We can now write a typed TransitionRule for their association, simply by setting the optional TransitionRule attribute signature to the list of types that the rule should accept. When defining a signature, it must have the same number of elements as the novel_reactions method. novel_reactions will now only be called with arguments that adhere to the type given in the signature. In our case, writing the rule becomes as simple as:

class Association(TransitionRule):
    Transition = MassAction
    signature = [Protein, Rna]

    def novel_reactions(self, protein, rna):
        yield self.Transition([protein, rna], [(protein,rna)], 1.)

In python3, type annotations can alternatively be used to specify the rule signature:

from typing import Iterator

class Association(TransitionRule):
    def novel_reactions(self, protein: Protein, rna: Rna) -> Iterator[MassAction]:
        yield MassAction([protein, rna], [(protein,rna)], 1.)

Reactions with time-dependent reaction rates

New in version 1.1.

Stocal supports the definition of reactions with time-dependent reaction rates. Reactions of this kind appear naturally when parameters of the reaction environment such as temperature or volume change over time.

As an example, let us consider reactions taking placing in a linearly expanding reaction vessel:

def volume(time, V0=1.0, dV=0.1):
    return V0 + dV*time

We can now define a volume dependent variant of mass action reactions. To do so, we define a subclass of MassAction that overloads the propensity method. For autonomous reactions (those whose reaction rate constant is independent of time), this function takes the state as sole argument. For non-autonomous reactions, the signature is expanded to take the time as a second argument. The propensity method can then make use of the time argument however the user sees fit.

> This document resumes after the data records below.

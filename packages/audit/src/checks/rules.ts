import { CampaignError } from "@weighhouse/campaign/campaign-error";
import type { LedgerRecord } from "@weighhouse/campaign/changes";
import type { CampaignDocument } from "@weighhouse/campaign/document";
import { CampaignFold } from "@weighhouse/campaign/fold";
import { counted, failed, ok } from "./line";
import type { Checked } from "./line";
import { PAYLOADS } from "../layout";

/**
 * Every entry is one that could be appended where it stands: the rules that the server asks before
 * it appends, asked again. Gives the document that the entries add up to; after an entry that breaks
 * a rule nothing is known of the others, so the first is the only one that is named.
 */
export function checkRules(records: readonly LedgerRecord[]): Checked<CampaignDocument> {
  const check = "rules of the entries";
  const fold = new CampaignFold();
  for (const record of records) {
    const broken = attempt(fold, record);
    if (broken !== null) {
      const place = `${PAYLOADS}, line ${record.seq + 1}: ${broken}`;
      return { line: failed(check, place), value: null };
    }
  }
  const detail = `${counted(records.length, "entry", "entries")}, each allowed where it stands`;
  return { line: ok(check, detail), value: fold.document() };
}

function attempt(fold: CampaignFold, record: LedgerRecord): string | null {
  try {
    fold.apply(record);
    return null;
  } catch (error) {
    if (error instanceof CampaignError) return error.message;
    throw error;
  }
}
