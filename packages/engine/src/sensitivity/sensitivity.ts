import type { CampaignDocument, Measurement } from "@weighhouse/campaign/document";
import type { Result } from "@weighhouse/campaign/problem";
import { SENSITIVITY_FORMAT, type Sensitivity } from "@weighhouse/campaign/sensitivity";
import type { Standings } from "@weighhouse/campaign/standings";
import { scoreCampaign } from "../score";
import { ENGINE_VERSION } from "../version";
import { changedScores, type ScoreChanged } from "./changed-scores";
import { changesOf, without, type Change } from "./changes";
import { findingOf } from "./finding";
import { likelyTelling } from "./likely-telling";
import { withReferences } from "./widths";

/** Single measurements in the table. */
const MOST_TELLING = 50;
/** Single measurements that are left out in turn, at most. */
const MOST_TRIED = 400;
/** Widths of the references are tried in powers of two up to this one, both ways. */
const MOST_DOUBLINGS = 10;
const BISECTIONS = 30;

export interface SensitivityOptions {
  /** Called before each scoring. */
  progress?: (done: number, total: number) => void;
}

/**
 * What the standings hang on (section 10): the campaign scored again with each thing changed, one at
 * a time. Every row is a full scoring; nothing is approximated but the choice of single
 * measurements, where there are more than 400: those are tried that are likely to tell most.
 */
export function sensitivityOf(
  document: CampaignDocument,
  { progress = () => undefined }: SensitivityOptions = {},
): Result<Sensitivity> {
  const scored = scoreCampaign(document);
  if (!scored.ok) return scored;
  const standings = scored.value;
  const changes = changesOf(document, standings);
  const counted = document.measurements.filter((one) => isCounted(document, one));
  const total = changes.length + Math.min(counted.length, MOST_TRIED) + 2 * MOST_DOUBLINGS;
  let done = 0;
  const scoreOf = changedScores(document);
  const scoreChanged = (change: Change): Row[] => {
    progress(done, total);
    done += 1;
    const changed = scoreOf(change.document);
    return changed === null ? [] : [rowOf(change, changed, standings)];
  };
  const rows = changes.flatMap(scoreChanged);
  const weights = weightsOfEvidence(rows, standings);
  const tried = likelyTelling({ document, standings, weights, counted, most: MOST_TRIED });
  const single = tried.flatMap((one) =>
    scoreChanged({
      kind: "without-measurement",
      key: one.id,
      document: without(document, ({ id }) => id === one.id),
    }),
  );
  const telling = mostTelling(single, standings);
  const place = rows.findIndex(({ kind }) => !BEFORE_MEASUREMENTS.has(kind));
  rows.splice(place < 0 ? rows.length : place, 0, ...telling);
  const value: Sensitivity = {
    format: SENSITIVITY_FORMAT,
    engine: ENGINE_VERSION,
    campaign: standings.campaign,
    finding: findingOf(document, standings, rows),
    leader: leaderOf(standings),
    hypotheses: hypothesesOf(standings),
    changes: rows,
    measurementsTried: tried.length,
    referenceWidthFactor: referenceWidthFactor(document, { standings, scoreOf }, () => {
      progress(Math.min(done, total), total);
      done += 1;
    }),
    weightOfEvidence: weights,
  };
  return { ok: true, value };
}

type Row = Sensitivity["changes"][number];

/** Section 10 names single measurements after these. */
const BEFORE_MEASUREMENTS = new Set<Row["kind"]>([
  "without-facility",
  "without-measurand",
  "without-team",
]);

function isCounted(document: CampaignDocument, { measurand, setAside }: Measurement): boolean {
  if (setAside !== null) return false;
  return document.measurands.find(({ key }) => key === measurand)?.closed === null;
}

function rowOf({ kind, key }: Change, hypotheses: Row["hypotheses"], before: Standings): Row {
  const leader = leaderIn(hypotheses);
  return { kind, key, leader, leaderChanges: leader !== leaderOf(before), hypotheses };
}

/** The first; null without one, or where every likelihood is zero. */
function leaderIn([first]: Row["hypotheses"]): string | null {
  return first === undefined || first.log10BayesFactor === null ? null : first.key;
}

/** Null without a hypothesis, or where every likelihood is zero. */
function leaderOf({ hypotheses }: Standings): string | null {
  const [first] = hypotheses;
  return first === undefined || first.lnEvidence === null ? null : first.key;
}

function hypothesesOf({ hypotheses }: Standings): Sensitivity["hypotheses"] {
  return hypotheses.map(({ key, rank, log10BayesFactor, posterior, chiSquare }) => ({
    key,
    rank,
    log10BayesFactor,
    posterior,
    chiSquare,
  }));
}

/** log10 B of a against b from a standings' list; null where either is impossible. */
function log10B(hypotheses: Row["hypotheses"], a: string, b: string): number | null {
  const of = (key: string) => hypotheses.find((one) => one.key === key)?.log10BayesFactor ?? null;
  const [own, other] = [of(a), of(b)];
  return own === null || other === null ? null : own - other;
}

/** The rows that move log10 B of the first two most, the largest first. */
function mostTelling(rows: Row[], { hypotheses }: Standings): Row[] {
  const [first, second] = hypotheses;
  if (first === undefined || second === undefined) return rows.slice(0, MOST_TELLING);
  const before = log10B(hypotheses, first.key, second.key);
  const moved = rows.map((row) => {
    const after = log10B(row.hypotheses, first.key, second.key);
    return { row, by: after === null || before === null ? Infinity : Math.abs(after - before) };
  });
  // A stable sort: ties stay in the measurements' order.
  moved.sort((a, b) => (a.by === b.by ? 0 : b.by - a.by));
  return moved.slice(0, MOST_TELLING).map(({ row }) => row);
}

function weightsOfEvidence(rows: Row[], standings: Standings): Sensitivity["weightOfEvidence"] {
  const leftOut = rows.filter(({ kind }) => kind === "without-measurand");
  return standings.pairs.flatMap(({ a, b, log10BayesFactor }) =>
    leftOut.map(({ key, hypotheses }) => {
      const rest = log10B(hypotheses, a, b);
      const weight = log10BayesFactor === null || rest === null ? null : log10BayesFactor - rest;
      return { a, b, measurand: key!, log10BayesFactor: weight };
    }),
  );
}

/** The factor nearest to 1, by its logarithm, at which another leads; bisected to 1e-9. */
function referenceWidthFactor(
  document: CampaignDocument,
  { standings, scoreOf }: { standings: Standings; scoreOf: ScoreChanged },
  step: () => void,
): Sensitivity["referenceWidthFactor"] {
  const leader = leaderOf(standings);
  if (leader === null || standings.hypotheses.length < 2) return null;
  const leaderAt = (exponent: number): string | null => {
    const changed = scoreOf(withReferences(document, 2 ** exponent));
    return changed === null ? null : leaderIn(changed);
  };
  const changesAt = (exponent: number) => {
    const other = leaderAt(exponent);
    return other !== null && other !== leader;
  };
  for (let size = 1; size <= MOST_DOUBLINGS; size += 1) {
    for (const sign of [1, -1]) {
      step();
      if (!changesAt(sign * size)) continue;
      let [stays, changes] = [sign * (size - 1), sign * size];
      for (let i = 0; i < BISECTIONS; i += 1) {
        const middle = (stays + changes) / 2;
        if (changesAt(middle)) changes = middle;
        else stays = middle;
      }
      return { factor: 2 ** changes, leader: leaderAt(changes)! };
    }
  }
  return null;
}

To accurately model volume dependency, we need to divide the reaction rate by the volume for all but one of the reactions, i.e. unimolecular reactions are volume independent, bimolecular reactions are inversely proportional to the volume, a.s.o.

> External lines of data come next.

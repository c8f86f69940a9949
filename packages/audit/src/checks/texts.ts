import type { VerifierKey } from "@weighhouse/ledger/verifier-key";
import type { Files } from "./container";
import { judged, notPresent } from "./line";
import type { CheckLine } from "./line";
import type { Signers } from "./trust";
import { checkWritten } from "./written";
import { crateFile, proseFiles } from "../content";
import type { Substance } from "../content";
import { CRATE, sizeOfTokenPath } from "../layout";
import type { Manifest } from "../manifest";
import { signingOf } from "../signing";

/** README, methods, RO-Crate and check.py say of this archive what it is, and nothing else. */
export function checkTexts(
  files: Files,
  substance: Substance,
  { listed, signers }: { listed: Manifest["files"]; signers: Signers },
): CheckLine {
  const check = "texts";
  const signing = signingOf(keyOf(signers.manifest), keyOf(signers.head), {
    size: substance.manifest.size,
    stamped: listed.filter(({ path }) => sizeOfTokenPath(path) !== null).length,
  });
  const expected = [
    ...proseFiles(substance, signing),
    crateFile(
      substance,
      listed.filter(({ path }) => path !== CRATE),
    ),
  ];
  const written = checkWritten(files, expected, substance.manifest.writer);
  if (!written.compared) return notPresent(check, written.detail);
  return judged(check, written.faults, written.detail);
}

/** Without a good signature the line about it fails; the texts then name a key that nobody has. */
function keyOf(signers: VerifierKey[] | null): Pick<VerifierKey, "publicKey"> {
  return signers?.[0] ?? { publicKey: new Uint8Array(32) };
}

Taking it all together, the Reaction class reads:

class VolumeDependentMassAction(MassAction):
    def propensity(self, state, time):
        a = super(VolumeDependentMassAction, self).propensity(state)
        order = sum(self.reactants.values())
        return a / volume(time)**(order-1)

We can now use VolumeDependentMassAction in any place where we have used default MassAction reactions before. stocal/examples/temperature_cycle.py gives an example of how reactions can be modified to take changing temperature instead of volumes instead.

Stochastic simulation algorithms

stocal ships with several variants of the stochastic simulation algorithm, refered to as sampler. A call to Process.sample inspects the underlying process and will instantiate an appropriate sampler. Currently, this creates an instance of Gibson and Bruck's next reaction method, unless at least one transition of the process is time-dependent (in which case the method creates an instance of Anderon's method).

If you want to control which simulation algorithm is instantiated, you can instantiate the desired sampler directly, as in, e.g.,

sampler = algorithms.DirectMethod(process, state, tmax=100.)
for dt, transitions in sampler:
    print(dt, transitions)

Currently, stocal provides the following samplers:

algorithm description
DirectMethod Original Gillespie algorithm
FirstReactionMethod Stochastic simulation algorithm that can operate account for scheduled events
NextReactionMethod Variant of FirstReactionMethod with improved performance (new in version 1.2)
AndersonMethod Variant of NextReactionMethod that allows for propensity functions to be time-dependent (new in version 1.1)
CaoMethod An (inexact) tau-leaping variant of SSA -- available in stocal.experimental.tauleap (new in version 1.2)

Please refer to the class documentation for information about the exact implementation and reference publication.

If you want to implement your own stochastic simulation algorithm, it should be programmed against the interface defined by stocal.algorithms.StochasticSimulationAlgorithm.

Further Documentation

The full API of stocal is available via pydoc:

pydoc stocal

Examples of stocal in use can be found in the stocal/examples folder.